The files that you have in calibre at the moment were presumably uploaded from your current Kindle and they won't work on your new one, edited or otherwise. However, the attached .mbp file which I think carries (some of) the metadata might be transferable. Hmm, I'll have to try that with my current Kindles. I too would be interested to know if anyone knows the answer to this question - most of the things I have on my Kindles are non-Amazon and therefore can be transferred to any device. I only had a few Amazon books and re-edited the metadata for each Kindle before. I have a lot more now, so I'd like to know if I can save some time too.

Anyone?


----------



## Pushka (Oct 30, 2009)

I asked this question in mobile read Calibre sub forum before the announcement about the k3. I will edit in the link to that in a minute. Kovid replied and I think I get what he meant but no doubt LinJeakel you will work it out first coz you were the collections wizkid!


----------



## Granvillen (Dec 12, 2009)

From the statement made above, that books on the K2i will not work on the K3, is that correct?  I can't believe the boys at Amazon would do anything that stupid.  I have checked everywhere and cannot find anything that mentions that.  Where did you get your information?


----------



## luvmy4brats (Nov 9, 2008)

Granvillen said:


> From the statement made above, that books on the K2i will not work on the K3, is that correct? I can't believe the boys at Amazon would do anything that stupid. I have checked everywhere and cannot find anything that mentions that. Where did you get your information?
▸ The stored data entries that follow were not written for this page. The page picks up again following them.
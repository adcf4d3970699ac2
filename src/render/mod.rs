//! Figures and tables from core results: a `Scene` drawn as SVG (our own
//! writer), rasterised to PNG (resvg with a bundled font), and CSV / JSON
//! tables of the numbers behind it. No physics here.
pub mod png;
pub mod svg;
pub mod table;

pub use png::{PngError, svg_to_png};
pub use svg::{FigureSize, to_svg};

use crate::core::Cancel;
use crate::core::analysis::{Analysis, analyze};
use crate::core::integrate::Method;
use crate::core::orbit::{Orbit, OrbitRequest, integrate_orbit};
use crate::core::system::System;
use crate::core::window::Window;
use crate::scene::{Rgb, Scene};
use crate::session::{SeededOrbit, Session};

/// The orbit request for a seeded orbit: its start, duration and method with
/// the default bounds around `view` (a method name the loader let through but
/// this build does not know falls back to `auto`).
pub fn orbit_request(seed: &SeededOrbit, view: &Window) -> OrbitRequest {
    let mut req = OrbitRequest::new(seed.q0, seed.p0, seed.duration, view);
    req.method = Method::from_name(&seed.method).unwrap_or(Method::Auto);
    req
}

/// What a session's portrait is made from: the analysis of its window and
/// its seeded orbits, integrated (an orbit whose request is invalid is skipped).
#[derive(Clone, Debug)]
pub struct PortraitData {
    pub analysis: Analysis,
    pub orbits: Vec<Orbit>,
    /// The session's colour of each orbit, if it has one.
    pub colours: Vec<Option<Rgb>>,
}

/// Analyse a session in `window` (usually its view) and integrate its orbits.
pub fn portrait_data(
    session: &Session,
    sys: &System,
    window: &Window,
    cancel: &Cancel,
) -> PortraitData {
    let analysis = analyze(sys, window, &session.analysis_config(), cancel);
    let mut orbits = Vec::new();
    let mut colours = Vec::new();
    for seed in &session.orbits {
        let req = orbit_request(seed, window);
        if req.validate().is_err() {
            continue;
        }
        orbits.push(integrate_orbit(sys, &req, cancel));
        colours.push(seed.colour.as_deref().and_then(Rgb::parse_hex));
    }
    PortraitData {
        analysis,
        orbits,
        colours,
    }
}

/// The portrait scene of computed data: level curves, equilibria, orbits, the session's title.
pub fn portrait_scene(session: &Session, sys: &System, data: &PortraitData) -> Scene {
    let mut scene = Scene::portrait(sys, &data.analysis).with_title(&session.title);
    for (orbit, colour) in data.orbits.iter().zip(&data.colours) {
        scene.add_orbit(&orbit_points(orbit), *colour);
    }
    scene
}

/// The phase portrait of a session in one call (`portrait_data` then `portrait_scene`).
pub fn session_portrait(
    session: &Session,
    sys: &System,
    window: &Window,
    cancel: &Cancel,
) -> Scene {
    portrait_scene(session, sys, &portrait_data(session, sys, window, cancel))
}

/// The [q, p] points of an orbit in time order.
pub fn orbit_points(orbit: &Orbit) -> Vec<[f64; 2]> {
    orbit.samples.iter().map(|s| [s.q, s.p]).collect()
}

/// An output file's format, chosen by its extension.
#[derive(Clone, Copy, Debug, PartialEq, Eq)]
pub enum FigureFormat {
    Svg,
    Png,
}

impl FigureFormat {
    /// `svg` or `png` (any case) from a file name; None for anything else.
    pub fn from_path(path: &std::path::Path) -> Option<FigureFormat> {
        let ext = path.extension()?.to_str()?.to_ascii_lowercase();
        match ext.as_str() {
            "svg" => Some(FigureFormat::Svg),
            "png" => Some(FigureFormat::Png),
            _ => None,
        }
    }
}

/// The bytes of a figure in `format` at `size` pixels.
pub fn figure_bytes(
    scene: &Scene,
    size: FigureSize,
    format: FigureFormat,
) -> Result<Vec<u8>, PngError> {
    let svg = to_svg(scene, size);
    match format {
        FigureFormat::Svg => Ok(svg.into_bytes()),
        FigureFormat::Png => svg_to_png(&svg, 1.0),
    }
}
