fn session_strategy() -> impl Strategy<Value = Session> {
    (
        ".{0,40}",
        ".{0,80}",
        parameter("a".into()),
        parameter("b".into()),
        (-1e3..1e3f64, 1e-3..1e3f64, -1e3..1e3f64, 1e-3..1e3f64),
        (0..=MAX_LEVELS, 16..=MAX_GRID, any::<bool>()),
        prop::collection::vec(orbit(), 0..4),
    )
        .prop_map(
            |(title, notes, a, b, (q0, w, p0, h), (count, grid, refine), orbits)| Session {
                format: FORMAT_NAME.into(),
                version: FORMAT_VERSION,
                title,
                notes,
                formula: "p^2/2 + a*q^2/2 + b*q^4/4".into(),
                parameters: vec![a, b],
                view: phasewright::core::window::Window {
                    qmin: q0,
                    qmax: q0 + w,
                    pmin: p0,
                    pmax: p0 + h,
                },
                levels: LevelSettings {
                    count,
                    grid,
                    refine,
                },
                orbits,
                sweep: None,
                folds: None,
                backbone: None,
                drive: None,
                quantum: None,
                basin: None,
            },
        )
}

proptest! {
    #![proptest_config(ProptestConfig::with_cases(200))]

    #[test]
    fn generated_sessions_round_trip_exactly(s in session_strategy()) {
        let (first, w) = load(&s.to_json_pretty()).expect("a generated session loads");
        prop_assert!(w.is_empty(), "{:?}", w);
        prop_assert_eq!(&first, &s);
        let second = Session::from_json(&first.to_json_pretty()).expect("reloads");
        prop_assert_eq!(&second, &first);
        // Bit-exact numbers, not just equal ones.
        for (x, y) in first.parameters.iter().zip(&second.parameters) {
            prop_assert_eq!(x.value.to_bits(), y.value.to_bits());
        }
    }

    #[test]
    fn random_text_never_panics(text in ".{0,200}") {
        let _ = load(&text);
    }

    #[test]
    fn mutated_session_never_panics_and_errors_name_something(
        at in 0usize..2000, len in 0usize..8, insert in ".{0,6}"
    ) {
        let mut chars: Vec<char> = GOOD.chars().collect();
        let at = at.min(chars.len());
        let end = (at + len).min(chars.len());
        chars.splice(at..end, insert.chars());
        let text: String = chars.into_iter().collect();
        if let Err(e) = load(&text) {
            prop_assert!(!e.problem.is_empty());
        }
    }
}
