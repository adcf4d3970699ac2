//! Figures and tables from core results: a `Scene` drawn as SVG (our own
//! writer), rasterised to PNG (resvg with a bundled font), and CSV / JSON
//! tables of the numbers behind it. No physics here.
pub mod png;
pub mod svg;
pub mod table;

pub use png::{PngError, svg_to_png};
pub use svg::{FigureSize, to_svg};

use crate::core::Cancel;
use crate::core::analysis::analyze;
use crate::core::integrate::Method;
use crate::core::orbit::{Orbit, OrbitRequest, integrate_orbit};
use crate::core::system::System;
use crate::core::window::Window;
use crate::scene::{Rgb, Scene};
use crate::session::{SeededOrbit, Session};

/// The orbit request for a seeded orbit: its start, duration and method with
/// the default bounds around `view` (a method name the loader let through but
/// this build does not know falls back to `auto`).
pub fn orbit_request(seed: &SeededOrbit, view: &Window) -> OrbitRequest {
    let mut req = OrbitRequest::new(seed.q0, seed.p0, seed.duration, view);
    req.method = Method::from_name(&seed.method).unwrap_or(Method::Auto);
    req
}

/// The phase portrait of a session: its analysis in `window` (usually the
/// session's view), its title, and its seeded orbits with their colours.
pub fn session_portrait(
    session: &Session,
    sys: &System,
    window: &Window,
    cancel: &Cancel,
) -> Scene {
    let a = analyze(sys, window, &session.analysis_config(), cancel);
    let mut scene = Scene::portrait(sys, &a).with_title(&session.title);
    for seed in &session.orbits {
        let req = orbit_request(seed, window);
        if req.validate().is_err() {
            continue;
        }
        let orbit = integrate_orbit(sys, &req, cancel);
        let colour = seed.colour.as_deref().and_then(Rgb::parse_hex);
        scene.add_orbit(&orbit_points(&orbit), colour);
    }
    scene
}

/// The [q, p] points of an orbit in time order.
pub fn orbit_points(orbit: &Orbit) -> Vec<[f64; 2]> {
    orbit.samples.iter().map(|s| [s.q, s.p]).collect()
}

/// An output file's format, chosen by its extension.
#[derive(Clone, Copy, Debug, PartialEq, Eq)]
pub enum FigureFormat {
    Svg,
    Png,
}

impl FigureFormat {
    /// `svg` or `png` (any case) from a file name; None for anything else.
    pub fn from_path(path: &std::path::Path) -> Option<FigureFormat> {
        let ext = path.extension()?.to_str()?.to_ascii_lowercase();
        match ext.as_str() {
            "svg" => Some(FigureFormat::Svg),
            "png" => Some(FigureFormat::Png),
            _ => None,
        }
    }
}

/// The bytes of a figure in `format` at `size` pixels.
pub fn figure_bytes(
    scene: &Scene,
    size: FigureSize,
    format: FigureFormat,
) -> Result<Vec<u8>, PngError> {
    let svg = to_svg(scene, size);
    match format {
        FigureFormat::Svg => Ok(svg.into_bytes()),
        FigureFormat::Png => svg_to_png(&svg, 1.0),
    }
}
You cannot copy the files from the K2 to the K3. The books are keyed to each particular device. You'll need to download the books from your archive to the new Kindle.


----------



## Granvillen (Dec 12, 2009)

Thanks, that makes more sense, but does that mean all the none Amazon books via Calibre won't work either.


----------



## luvmy4brats (Nov 9, 2008)

Granvillen said:


> Thanks, that makes more sense, but does that mean all the none Amazon books via Calibre won't work either.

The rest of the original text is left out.